Equation and problem definition

An alternative formulation of Poisson equation can be formulated by introducing an additional (vector) variable, namely the (negative) flux: \(\sigma = \nabla u\). The partial differential equations then read

\[\begin{split}\sigma - \nabla u &= 0 \quad {\rm in} \ \Omega, \\ \nabla \cdot \sigma &= - f \quad {\rm in} \ \Omega,\end{split}\]

with boundary conditions

\[\begin{split}u = u_0 \quad {\rm on} \ \Gamma_{D}, \\ \sigma \cdot n = g \quad {\rm on} \ \Gamma_{N}.\end{split}\]

The same equations arise in connection with flow in porous media, and are also referred to as Darcy flow.

After multiplying by test functions \(\tau\) and \(v\), integrating over the domain, and integrating the gradient term by parts, one obtains the following variational formulation: find \(\sigma \in \Sigma\) and \(v \in V\) satisfying

\[ \begin{align}\begin{aligned}\begin{split}\int_{\Omega} (\sigma \cdot \tau + \nabla \cdot \tau \ u) \ {\rm d} x &= \int_{\Gamma} \tau \cdot n \ u \ {\rm d} s \quad \forall \ \tau \in \Sigma, \\\end{split}\\\int_{\Omega} \nabla \cdot \sigma v \ {\rm d} x &= - \int_{\Omega} f \ v \ {\rm d} x \quad \forall \ v \in V.\end{aligned}\end{align} \]

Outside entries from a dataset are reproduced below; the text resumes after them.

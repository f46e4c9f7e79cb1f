//! Passlane: contact windows, close approaches and hand-off files for
//! small-satellite operators. With a subcommand it runs in command-line mode
//! (for scripts and cron); without one it opens the desktop window.

mod cli;

use std::io::Write;
use std::path::PathBuf;
use std::process::ExitCode;

use clap::{CommandFactory, Parser};

use cli::args::{Cli, Command, Shell, WRITE_STRESS, WriteStressArgs};

fn main() -> ExitCode {
    if std::env::args_os()
        .nth(1)
        .is_some_and(|a| a == WRITE_STRESS)
    {
        return match WriteStressArgs::try_parse_from(std::env::args_os().skip(1)) {
            Ok(args) => run(WRITE_STRESS, |out| cli::write_stress::run(&args, out)),
            Err(e) => clap_outcome(&e),
        };
    }
    let cli = match Cli::try_parse() {
        Ok(cli) => cli,
        Err(e) => return clap_outcome(&e),
    };
    let command = match cli.command {
        None => return open_window(cli.scenario, cli.frame_stats),
        Some(Command::Open(open)) => return open_window(Some(open.file), open.frame_stats),
        Some(command) => command,
    };
    run(command.name(), |out| match &command {
        Command::Elements(args) => cli::elements_cmd::run(args, out),
        Command::Ephemeris(args) => cli::ephemeris_cmd::run(args, out),
        Command::Passes(args) => cli::passes_cmd::run(args, out),
        Command::Track(args) => cli::passes_cmd::run_track(args, out),
        Command::Screen(args) => cli::screen_cmd::run(args, out),
        Command::Cdm(args) => cli::cdm_cmd::run(args, out),
        Command::Plan(args) => cli::plan_cmd::run(args, out),
        Command::Avoid(args) => cli::avoid_cmd::run(args, out),
        Command::Completions(args) => completions(args.shell, out),
        // Handled above: the window writes nothing to standard output.
        Command::Open(_) => Ok(()),
    })
}

/// clap's own outcome: the help (on stdout, exit 0) or a usage error with a
/// hint (on stderr, exit 2). A reader that closed the pipe before the help
/// was printed is not worth a message.
fn clap_outcome(e: &clap::Error) -> ExitCode {
    let _ = e.print();
    ExitCode::from(u8::try_from(e.exit_code()).unwrap_or(2))
}

/// Runs one command with buffered standard output and reports how it ended.
fn run(name: &str, command: impl FnOnce(&mut dyn Write) -> anyhow::Result<()>) -> ExitCode {
    let stdout = std::io::stdout();
    let mut out = std::io::BufWriter::new(stdout.lock());
    let result = command(&mut out);
    let flushed = out.flush();
    match result.and(flushed.map_err(anyhow::Error::from)) {
        Ok(()) => ExitCode::SUCCESS,
        // A reader that stops early (`| head`) is not an error.
        Err(e) if is_broken_pipe(&e) => ExitCode::SUCCESS,
        // A runtime error (a file, a value that makes no sense): the message
        // alone; the usage is for usage errors, which clap reports.
        Err(e) => {
            eprintln!(
                "passlane {name}: error: {}",
                passlane_orbit::text::clean(&format!("{e:#}"), true)
            );
            ExitCode::FAILURE
        }
    }
}

/// Opens the desktop window; without a display, says so and points at the
/// command-line mode instead of failing somewhere inside the windowing stack.
fn open_window(scenario: Option<PathBuf>, frame_stats: bool) -> ExitCode {
    const NO_WINDOW: &str =
        "Run `passlane --help` for the command-line mode, which needs no display.";
    let options = passlane_gui::RunOptions {
        scenario,
        frame_stats,
    };
    // The window is built for X11 only (see the GUI crate's manifest); without
    // a display server address there is nothing to connect to.
    if cfg!(all(unix, not(target_os = "macos")))
        && std::env::var_os("DISPLAY").is_none_or(|d| d.is_empty())
    {
        eprintln!(
            "passlane: cannot open the window: no display (DISPLAY is not set).\n{NO_WINDOW}"
        );
        return ExitCode::FAILURE;
    }
    match passlane_gui::run(options) {
        Ok(()) => ExitCode::SUCCESS,
        Err(e) => {
            eprintln!("passlane: {e:#}\n{NO_WINDOW}");
            ExitCode::FAILURE
        }
    }
}

/// `passlane completions SHELL`: the completion script on standard output.
fn completions(shell: Shell, out: &mut dyn Write) -> anyhow::Result<()> {
    let shell = match shell {
        Shell::Bash => clap_complete::Shell::Bash,
        Shell::Zsh => clap_complete::Shell::Zsh,
        Shell::Fish => clap_complete::Shell::Fish,
    };
    // The generator panics when its writer fails; a buffer never does, and
    // the write below reports a closed pipe like every other command's.
    let mut script = Vec::new();
    clap_complete::generate(shell, &mut Cli::command(), "passlane", &mut script);
    out.write_all(&script)?;
    Ok(())
}

/// Whether the error is a write to a pipe whose reader has gone. serde_json
/// keeps the I/O error inside its own, and some writers wrap that again in an
/// `io::Error`, so each layer is looked at.
fn is_broken_pipe(e: &anyhow::Error) -> bool {
    fn json_broken(e: &serde_json::Error) -> bool {
        e.io_error_kind() == Some(std::io::ErrorKind::BrokenPipe)
    }
    e.chain().any(|c| {
        if let Some(io) = c.downcast_ref::<std::io::Error>() {
            io.kind() == std::io::ErrorKind::BrokenPipe
                || io
                    .get_ref()
                    .and_then(|inner| inner.downcast_ref::<serde_json::Error>())
                    .is_some_and(json_broken)
        } else {
            c.downcast_ref::<serde_json::Error>()
                .is_some_and(json_broken)
        }
    })
}
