/// Writes every file into the fresh folder `tmp` and syncs its folders.
fn build(
    tmp: &Path,
    dir: &Path,
    files: &[(&str, &[u8])],
    write_file: &mut dyn FnMut(&Path, &[u8]) -> io::Result<()>,
) -> Result<(), String> {
    let mut folders = BTreeSet::new();
    folders.insert(tmp.to_path_buf());
    for (relative, contents) in files {
        let path = tmp.join(relative);
        if let Some(parent) = path.parent()
            && folders.insert(parent.to_path_buf())
        {
            fs::create_dir_all(parent)
                .map_err(|e| format!("cannot create {}: {e}", dir.join(relative).display()))?;
        }
        write_file(&path, contents)
            .map_err(|e| format!("cannot write {}: {e}", dir.join(relative).display()))?;
    }
    for f in folders.iter().rev() {
        sync_dir(f);
    }
    Ok(())
}

fn sync_dir(d: &Path) {
    if let Ok(f) = fs::File::open(d) {
        let _ = f.sync_all();
    }
}

/// Puts the built folder in place of `dir` (rule 3).
fn swap_in(tmp: &Path, dir: &Path, parent: &Path, stem: &str, exists: bool) -> Result<(), String> {
    if !exists {
        fs::rename(tmp, dir).map_err(|e| {
            let _ = fs::remove_dir_all(tmp);
            format!("cannot move the new set into {}: {e}", dir.display())
        })?;
        sync_dir(parent);
        return Ok(());
    }
    let old = parent.join(sibling_name(stem, OLD_MARKER));
    if let Err(e) = fs::rename(dir, &old) {
        let _ = fs::remove_dir_all(tmp);
        return Err(format!(
            "cannot set the earlier set of {} aside: {e}; it is unchanged",
            dir.display()
        ));
    }
    if let Err(e) = fs::rename(tmp, dir) {
        let back = fs::rename(&old, dir);
        let _ = fs::remove_dir_all(tmp);
        return Err(match back {
            Ok(()) => format!(
                "cannot move the new set into {}: {e}; the earlier set is kept",
                dir.display()
            ),
            Err(b) => format!(
                "cannot move the new set into {}: {e}; the earlier set is in {} ({b})",
                dir.display(),
                old.display()
            ),
        });
    }
    sync_dir(parent);
    let _ = fs::remove_dir_all(&old);
    Ok(())
}

#[cfg(test)]
mod tests {
    use super::*;

    #[test]
    fn names_are_checked_before_anything_is_written() {
        let d = Path::new("out");
        assert!(check_names(d, ["a.txt", "sub/b.txt"]).is_ok());
        for bad in ["../x", "/etc/x", "", "sub/../../x", "a\\b"] {
            assert!(check_names(d, [bad]).is_err(), "{bad}");
        }
        assert!(check_names(d, ["p/CS-A.csv", "p/cs-a.csv"]).is_err());
        assert!(check_names(d, ["x", "x/y"]).is_err());
        let long = "n".repeat(256);
        assert!(check_names(d, [long.as_str()]).is_err());
        assert!(check_names(d, ["n".repeat(255).as_str()]).is_ok());
    }
}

Here \(n\) denotes the outward pointing normal vector on the boundary. Looking at the variational form, we see that the boundary condition for the flux (\(\sigma \cdot n = g\)) is now an essential boundary condition (which should be enforced in the function space), while the other boundary condition (\(u = u_0\)) is a natural boundary condition (which should be applied to the variational form). Inserting the boundary conditions, this variational problem can be phrased in the general form: find \((\sigma, u) \in \Sigma_g \times V\) such that

\[a((\sigma, u), (\tau, v)) = L((\tau, v)) \quad \forall \ (\tau, v) \in \Sigma_0 \times V\]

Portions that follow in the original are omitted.